(Material for this exercise begins)
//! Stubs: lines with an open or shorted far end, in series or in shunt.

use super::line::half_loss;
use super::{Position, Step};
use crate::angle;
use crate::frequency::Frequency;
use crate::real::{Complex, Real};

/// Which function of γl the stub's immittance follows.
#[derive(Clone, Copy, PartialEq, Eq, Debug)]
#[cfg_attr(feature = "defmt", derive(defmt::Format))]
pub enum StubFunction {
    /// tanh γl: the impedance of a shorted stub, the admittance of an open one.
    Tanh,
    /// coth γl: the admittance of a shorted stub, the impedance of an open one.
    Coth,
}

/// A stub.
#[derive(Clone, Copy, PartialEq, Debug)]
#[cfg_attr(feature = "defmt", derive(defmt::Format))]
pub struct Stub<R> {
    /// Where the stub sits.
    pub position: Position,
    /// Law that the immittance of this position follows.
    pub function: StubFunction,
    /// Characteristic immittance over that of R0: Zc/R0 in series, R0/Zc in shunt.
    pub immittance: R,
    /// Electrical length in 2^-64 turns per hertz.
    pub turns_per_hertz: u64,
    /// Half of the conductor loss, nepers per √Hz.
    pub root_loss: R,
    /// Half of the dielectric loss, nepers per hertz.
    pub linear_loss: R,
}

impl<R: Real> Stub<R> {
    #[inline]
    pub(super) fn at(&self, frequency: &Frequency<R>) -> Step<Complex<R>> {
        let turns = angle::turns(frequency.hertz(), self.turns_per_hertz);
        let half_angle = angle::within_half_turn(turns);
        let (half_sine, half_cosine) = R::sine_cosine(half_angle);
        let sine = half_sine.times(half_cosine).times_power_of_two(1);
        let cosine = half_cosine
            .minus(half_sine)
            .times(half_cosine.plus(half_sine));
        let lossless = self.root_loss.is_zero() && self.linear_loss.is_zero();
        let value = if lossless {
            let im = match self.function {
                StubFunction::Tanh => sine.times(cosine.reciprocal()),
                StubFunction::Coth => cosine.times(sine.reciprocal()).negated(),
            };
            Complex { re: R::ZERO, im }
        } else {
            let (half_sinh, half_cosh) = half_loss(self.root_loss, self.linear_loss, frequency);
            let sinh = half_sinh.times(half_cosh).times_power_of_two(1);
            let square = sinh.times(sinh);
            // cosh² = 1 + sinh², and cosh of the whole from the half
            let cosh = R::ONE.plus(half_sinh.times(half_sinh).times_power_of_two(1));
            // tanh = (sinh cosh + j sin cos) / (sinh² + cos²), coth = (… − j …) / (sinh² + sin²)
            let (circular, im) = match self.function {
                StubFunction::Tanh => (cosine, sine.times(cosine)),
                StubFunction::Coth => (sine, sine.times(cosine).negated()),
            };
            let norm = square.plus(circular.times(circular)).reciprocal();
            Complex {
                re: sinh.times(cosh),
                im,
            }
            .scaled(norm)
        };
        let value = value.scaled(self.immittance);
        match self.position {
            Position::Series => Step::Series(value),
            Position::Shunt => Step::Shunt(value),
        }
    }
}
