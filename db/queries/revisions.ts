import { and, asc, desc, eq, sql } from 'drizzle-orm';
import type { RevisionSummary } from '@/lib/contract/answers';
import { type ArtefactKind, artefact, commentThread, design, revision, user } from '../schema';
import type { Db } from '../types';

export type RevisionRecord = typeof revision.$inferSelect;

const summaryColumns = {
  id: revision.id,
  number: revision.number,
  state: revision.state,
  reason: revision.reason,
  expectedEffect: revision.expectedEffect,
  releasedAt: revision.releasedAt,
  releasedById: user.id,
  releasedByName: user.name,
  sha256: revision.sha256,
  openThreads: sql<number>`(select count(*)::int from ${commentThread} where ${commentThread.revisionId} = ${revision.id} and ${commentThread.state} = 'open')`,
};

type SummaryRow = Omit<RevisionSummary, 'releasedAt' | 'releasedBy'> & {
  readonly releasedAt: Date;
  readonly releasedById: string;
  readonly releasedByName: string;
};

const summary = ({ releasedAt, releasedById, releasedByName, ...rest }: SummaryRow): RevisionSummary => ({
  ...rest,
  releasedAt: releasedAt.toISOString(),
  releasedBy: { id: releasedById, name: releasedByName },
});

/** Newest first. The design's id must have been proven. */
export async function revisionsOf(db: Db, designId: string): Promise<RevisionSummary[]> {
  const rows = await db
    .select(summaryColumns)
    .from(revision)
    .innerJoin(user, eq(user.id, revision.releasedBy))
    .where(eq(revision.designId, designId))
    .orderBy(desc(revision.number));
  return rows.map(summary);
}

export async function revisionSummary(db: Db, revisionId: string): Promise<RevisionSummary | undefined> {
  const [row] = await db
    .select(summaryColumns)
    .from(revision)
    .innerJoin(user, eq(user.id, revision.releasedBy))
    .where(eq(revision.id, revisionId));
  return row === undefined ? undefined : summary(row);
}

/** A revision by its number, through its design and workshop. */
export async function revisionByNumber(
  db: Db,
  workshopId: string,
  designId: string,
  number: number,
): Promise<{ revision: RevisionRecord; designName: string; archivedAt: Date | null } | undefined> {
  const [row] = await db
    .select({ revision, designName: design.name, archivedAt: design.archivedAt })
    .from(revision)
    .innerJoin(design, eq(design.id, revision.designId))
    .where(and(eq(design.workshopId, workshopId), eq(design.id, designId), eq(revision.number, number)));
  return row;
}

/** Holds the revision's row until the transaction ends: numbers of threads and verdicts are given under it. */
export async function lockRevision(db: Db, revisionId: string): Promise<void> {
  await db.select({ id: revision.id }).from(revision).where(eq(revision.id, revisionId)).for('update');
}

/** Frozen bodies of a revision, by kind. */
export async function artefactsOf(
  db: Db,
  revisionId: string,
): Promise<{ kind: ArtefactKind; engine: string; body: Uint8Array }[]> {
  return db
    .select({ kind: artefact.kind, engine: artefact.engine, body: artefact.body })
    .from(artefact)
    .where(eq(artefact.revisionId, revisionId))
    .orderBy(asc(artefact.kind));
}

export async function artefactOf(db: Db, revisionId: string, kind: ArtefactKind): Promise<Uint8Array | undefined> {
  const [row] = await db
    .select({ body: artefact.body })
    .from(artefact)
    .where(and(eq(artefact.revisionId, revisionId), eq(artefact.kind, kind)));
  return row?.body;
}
(Material for this exercise ends)
(Material for this exercise begins)
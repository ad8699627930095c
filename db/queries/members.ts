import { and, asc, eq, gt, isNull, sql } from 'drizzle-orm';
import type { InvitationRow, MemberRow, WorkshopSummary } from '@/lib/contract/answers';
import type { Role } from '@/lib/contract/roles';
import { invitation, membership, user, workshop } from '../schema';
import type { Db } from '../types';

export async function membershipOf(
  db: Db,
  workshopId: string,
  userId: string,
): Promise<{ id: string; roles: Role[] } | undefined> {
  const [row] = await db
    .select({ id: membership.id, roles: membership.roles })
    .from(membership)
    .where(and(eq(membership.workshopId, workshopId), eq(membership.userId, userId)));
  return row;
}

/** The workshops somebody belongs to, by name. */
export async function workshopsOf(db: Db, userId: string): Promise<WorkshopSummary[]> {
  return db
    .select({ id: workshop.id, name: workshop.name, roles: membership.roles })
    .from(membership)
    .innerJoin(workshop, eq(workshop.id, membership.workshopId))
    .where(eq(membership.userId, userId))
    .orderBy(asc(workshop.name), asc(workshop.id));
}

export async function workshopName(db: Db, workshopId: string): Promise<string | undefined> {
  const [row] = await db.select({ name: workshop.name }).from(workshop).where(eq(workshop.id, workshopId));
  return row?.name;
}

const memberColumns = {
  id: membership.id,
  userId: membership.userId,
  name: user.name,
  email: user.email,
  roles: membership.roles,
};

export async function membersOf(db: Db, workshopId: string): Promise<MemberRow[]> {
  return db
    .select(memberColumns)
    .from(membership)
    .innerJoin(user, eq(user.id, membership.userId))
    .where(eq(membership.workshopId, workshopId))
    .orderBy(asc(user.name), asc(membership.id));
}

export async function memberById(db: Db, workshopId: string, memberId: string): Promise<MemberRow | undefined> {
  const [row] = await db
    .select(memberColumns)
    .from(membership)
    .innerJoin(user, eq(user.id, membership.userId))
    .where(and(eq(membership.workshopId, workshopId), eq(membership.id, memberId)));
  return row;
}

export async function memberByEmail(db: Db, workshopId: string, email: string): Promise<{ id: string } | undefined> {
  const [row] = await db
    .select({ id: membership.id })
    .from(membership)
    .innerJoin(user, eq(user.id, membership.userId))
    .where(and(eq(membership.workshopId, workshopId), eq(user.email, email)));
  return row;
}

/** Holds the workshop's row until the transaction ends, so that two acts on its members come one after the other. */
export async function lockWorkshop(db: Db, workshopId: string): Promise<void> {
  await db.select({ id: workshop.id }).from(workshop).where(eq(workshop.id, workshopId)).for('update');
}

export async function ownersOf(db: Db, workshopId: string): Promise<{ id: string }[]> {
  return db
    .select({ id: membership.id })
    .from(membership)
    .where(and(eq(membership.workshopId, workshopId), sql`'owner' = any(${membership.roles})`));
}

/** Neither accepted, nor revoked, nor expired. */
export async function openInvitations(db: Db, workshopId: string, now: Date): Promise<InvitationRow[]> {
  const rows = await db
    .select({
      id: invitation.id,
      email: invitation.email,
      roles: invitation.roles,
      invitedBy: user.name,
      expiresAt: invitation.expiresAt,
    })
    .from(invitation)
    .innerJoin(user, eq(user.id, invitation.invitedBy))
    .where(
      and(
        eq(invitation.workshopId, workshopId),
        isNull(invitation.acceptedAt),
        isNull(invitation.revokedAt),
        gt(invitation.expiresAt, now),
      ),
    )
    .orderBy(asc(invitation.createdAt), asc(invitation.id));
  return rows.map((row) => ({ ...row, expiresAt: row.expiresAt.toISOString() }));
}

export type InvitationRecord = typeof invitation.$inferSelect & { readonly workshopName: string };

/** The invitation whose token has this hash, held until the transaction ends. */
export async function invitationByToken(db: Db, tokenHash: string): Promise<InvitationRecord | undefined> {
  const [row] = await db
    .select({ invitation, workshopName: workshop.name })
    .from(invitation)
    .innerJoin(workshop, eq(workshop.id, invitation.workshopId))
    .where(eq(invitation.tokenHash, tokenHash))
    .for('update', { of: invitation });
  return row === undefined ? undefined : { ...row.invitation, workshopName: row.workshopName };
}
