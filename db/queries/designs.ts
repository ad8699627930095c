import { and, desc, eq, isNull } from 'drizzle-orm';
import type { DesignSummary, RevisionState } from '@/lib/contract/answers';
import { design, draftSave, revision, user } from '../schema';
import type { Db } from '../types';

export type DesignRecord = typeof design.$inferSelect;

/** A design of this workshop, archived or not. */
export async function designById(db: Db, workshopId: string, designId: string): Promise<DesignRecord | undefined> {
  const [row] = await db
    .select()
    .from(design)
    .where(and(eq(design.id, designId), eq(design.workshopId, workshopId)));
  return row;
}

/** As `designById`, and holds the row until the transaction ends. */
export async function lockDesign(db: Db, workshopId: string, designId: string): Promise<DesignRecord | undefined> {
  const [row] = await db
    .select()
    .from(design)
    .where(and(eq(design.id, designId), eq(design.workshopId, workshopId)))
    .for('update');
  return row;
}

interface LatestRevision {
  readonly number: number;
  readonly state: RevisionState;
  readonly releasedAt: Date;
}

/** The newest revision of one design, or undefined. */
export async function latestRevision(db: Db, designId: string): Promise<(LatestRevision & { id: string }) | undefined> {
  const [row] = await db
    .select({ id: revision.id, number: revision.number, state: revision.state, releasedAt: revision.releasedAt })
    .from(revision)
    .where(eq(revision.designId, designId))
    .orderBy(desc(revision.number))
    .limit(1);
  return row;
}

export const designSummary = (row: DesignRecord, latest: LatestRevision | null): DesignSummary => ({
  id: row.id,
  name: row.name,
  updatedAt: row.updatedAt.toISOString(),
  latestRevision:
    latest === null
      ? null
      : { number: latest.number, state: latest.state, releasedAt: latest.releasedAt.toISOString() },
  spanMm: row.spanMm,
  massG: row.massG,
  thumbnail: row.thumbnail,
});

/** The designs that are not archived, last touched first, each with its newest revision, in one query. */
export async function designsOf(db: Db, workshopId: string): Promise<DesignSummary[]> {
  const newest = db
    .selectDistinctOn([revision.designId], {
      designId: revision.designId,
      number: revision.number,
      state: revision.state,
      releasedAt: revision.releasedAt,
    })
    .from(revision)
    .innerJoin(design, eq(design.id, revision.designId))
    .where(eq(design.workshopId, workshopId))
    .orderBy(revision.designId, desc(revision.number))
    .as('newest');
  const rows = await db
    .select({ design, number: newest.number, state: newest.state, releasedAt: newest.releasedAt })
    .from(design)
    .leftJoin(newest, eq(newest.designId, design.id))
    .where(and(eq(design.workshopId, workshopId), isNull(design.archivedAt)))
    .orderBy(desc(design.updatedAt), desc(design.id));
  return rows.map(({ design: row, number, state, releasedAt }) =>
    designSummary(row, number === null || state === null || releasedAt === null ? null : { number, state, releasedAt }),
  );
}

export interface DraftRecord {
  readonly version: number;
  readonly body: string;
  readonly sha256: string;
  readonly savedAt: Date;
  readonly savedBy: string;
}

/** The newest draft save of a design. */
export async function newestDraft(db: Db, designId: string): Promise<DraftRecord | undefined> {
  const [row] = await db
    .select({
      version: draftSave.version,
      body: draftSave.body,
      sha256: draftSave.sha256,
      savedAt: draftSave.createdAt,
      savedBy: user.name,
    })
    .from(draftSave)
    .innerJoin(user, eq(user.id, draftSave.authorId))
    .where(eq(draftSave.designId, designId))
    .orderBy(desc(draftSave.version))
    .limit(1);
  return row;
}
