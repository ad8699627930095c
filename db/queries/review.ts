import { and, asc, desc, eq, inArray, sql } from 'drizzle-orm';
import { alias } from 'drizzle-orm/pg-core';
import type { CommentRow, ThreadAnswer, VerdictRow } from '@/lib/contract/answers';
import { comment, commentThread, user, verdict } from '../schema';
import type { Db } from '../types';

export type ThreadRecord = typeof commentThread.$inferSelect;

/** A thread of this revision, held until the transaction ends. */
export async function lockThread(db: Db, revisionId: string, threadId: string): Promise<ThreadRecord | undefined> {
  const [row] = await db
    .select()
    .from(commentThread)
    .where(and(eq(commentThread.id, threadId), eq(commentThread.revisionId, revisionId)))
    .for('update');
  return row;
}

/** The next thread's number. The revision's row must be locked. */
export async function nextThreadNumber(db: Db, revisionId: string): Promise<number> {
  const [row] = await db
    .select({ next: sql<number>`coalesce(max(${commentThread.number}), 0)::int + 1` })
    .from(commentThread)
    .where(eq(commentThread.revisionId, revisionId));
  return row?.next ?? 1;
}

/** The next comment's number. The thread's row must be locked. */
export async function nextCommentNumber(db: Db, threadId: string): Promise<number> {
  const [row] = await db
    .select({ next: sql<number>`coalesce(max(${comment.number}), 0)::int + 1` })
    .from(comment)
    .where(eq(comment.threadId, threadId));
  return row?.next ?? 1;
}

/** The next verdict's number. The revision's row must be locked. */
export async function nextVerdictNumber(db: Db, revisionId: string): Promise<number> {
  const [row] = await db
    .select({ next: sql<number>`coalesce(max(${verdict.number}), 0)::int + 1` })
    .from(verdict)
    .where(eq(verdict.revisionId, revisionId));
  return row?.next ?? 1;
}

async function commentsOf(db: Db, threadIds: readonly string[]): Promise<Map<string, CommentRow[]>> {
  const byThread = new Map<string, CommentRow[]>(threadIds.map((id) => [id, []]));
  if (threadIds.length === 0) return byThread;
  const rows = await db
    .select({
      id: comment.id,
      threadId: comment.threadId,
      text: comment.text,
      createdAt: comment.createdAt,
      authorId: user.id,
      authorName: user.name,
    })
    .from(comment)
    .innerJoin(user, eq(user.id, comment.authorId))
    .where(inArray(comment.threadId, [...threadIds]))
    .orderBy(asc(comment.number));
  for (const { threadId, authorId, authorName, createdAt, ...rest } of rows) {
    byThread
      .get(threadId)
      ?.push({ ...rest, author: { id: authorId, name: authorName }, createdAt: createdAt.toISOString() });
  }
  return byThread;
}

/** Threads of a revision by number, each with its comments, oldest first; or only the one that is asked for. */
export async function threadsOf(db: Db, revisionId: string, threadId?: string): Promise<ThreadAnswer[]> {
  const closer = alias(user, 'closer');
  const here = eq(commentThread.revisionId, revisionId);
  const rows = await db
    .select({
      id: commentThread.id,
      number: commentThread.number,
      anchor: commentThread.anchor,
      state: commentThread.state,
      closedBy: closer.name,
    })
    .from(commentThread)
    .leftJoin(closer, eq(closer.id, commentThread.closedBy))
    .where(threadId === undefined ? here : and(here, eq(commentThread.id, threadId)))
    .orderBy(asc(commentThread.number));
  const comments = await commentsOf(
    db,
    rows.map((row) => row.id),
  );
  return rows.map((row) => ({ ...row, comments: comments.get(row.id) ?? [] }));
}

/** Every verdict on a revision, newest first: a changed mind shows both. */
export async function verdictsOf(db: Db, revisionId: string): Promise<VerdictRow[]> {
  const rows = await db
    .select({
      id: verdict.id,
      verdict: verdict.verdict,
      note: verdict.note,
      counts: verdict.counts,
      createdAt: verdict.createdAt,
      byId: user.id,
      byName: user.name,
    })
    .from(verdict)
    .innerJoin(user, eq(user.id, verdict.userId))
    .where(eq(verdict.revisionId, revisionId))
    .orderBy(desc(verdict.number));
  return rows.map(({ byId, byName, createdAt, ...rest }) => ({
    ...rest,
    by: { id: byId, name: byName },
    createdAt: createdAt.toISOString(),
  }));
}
(Material for this exercise ends)
From the listing above, the lines starting with the one that has "or in shunt." and running through the one that has "pub struct Stub<R>" should be copied exactly, ends included.

### Answer box
//! Stubs: lines with an open or shorted far end, in series or in shunt.

use super::line::half_loss;
use super::{Position, Step};
use crate::angle;
use crate::frequency::Frequency;
use crate::real::{Complex, Real};

/// Which function of γl the stub's immittance follows.
#[derive(Clone, Copy, PartialEq, Eq, Debug)]
#[cfg_attr(feature = "defmt", derive(defmt::Format))]
pub enum StubFunction {
    /// tanh γl: the impedance of a shorted stub, the admittance of an open one.
    Tanh,
    /// coth γl: the admittance of a shorted stub, the impedance of an open one.
    Coth,
}

/// A stub.
#[derive(Clone, Copy, PartialEq, Debug)]
#[cfg_attr(feature = "defmt", derive(defmt::Format))]
pub struct Stub<R> {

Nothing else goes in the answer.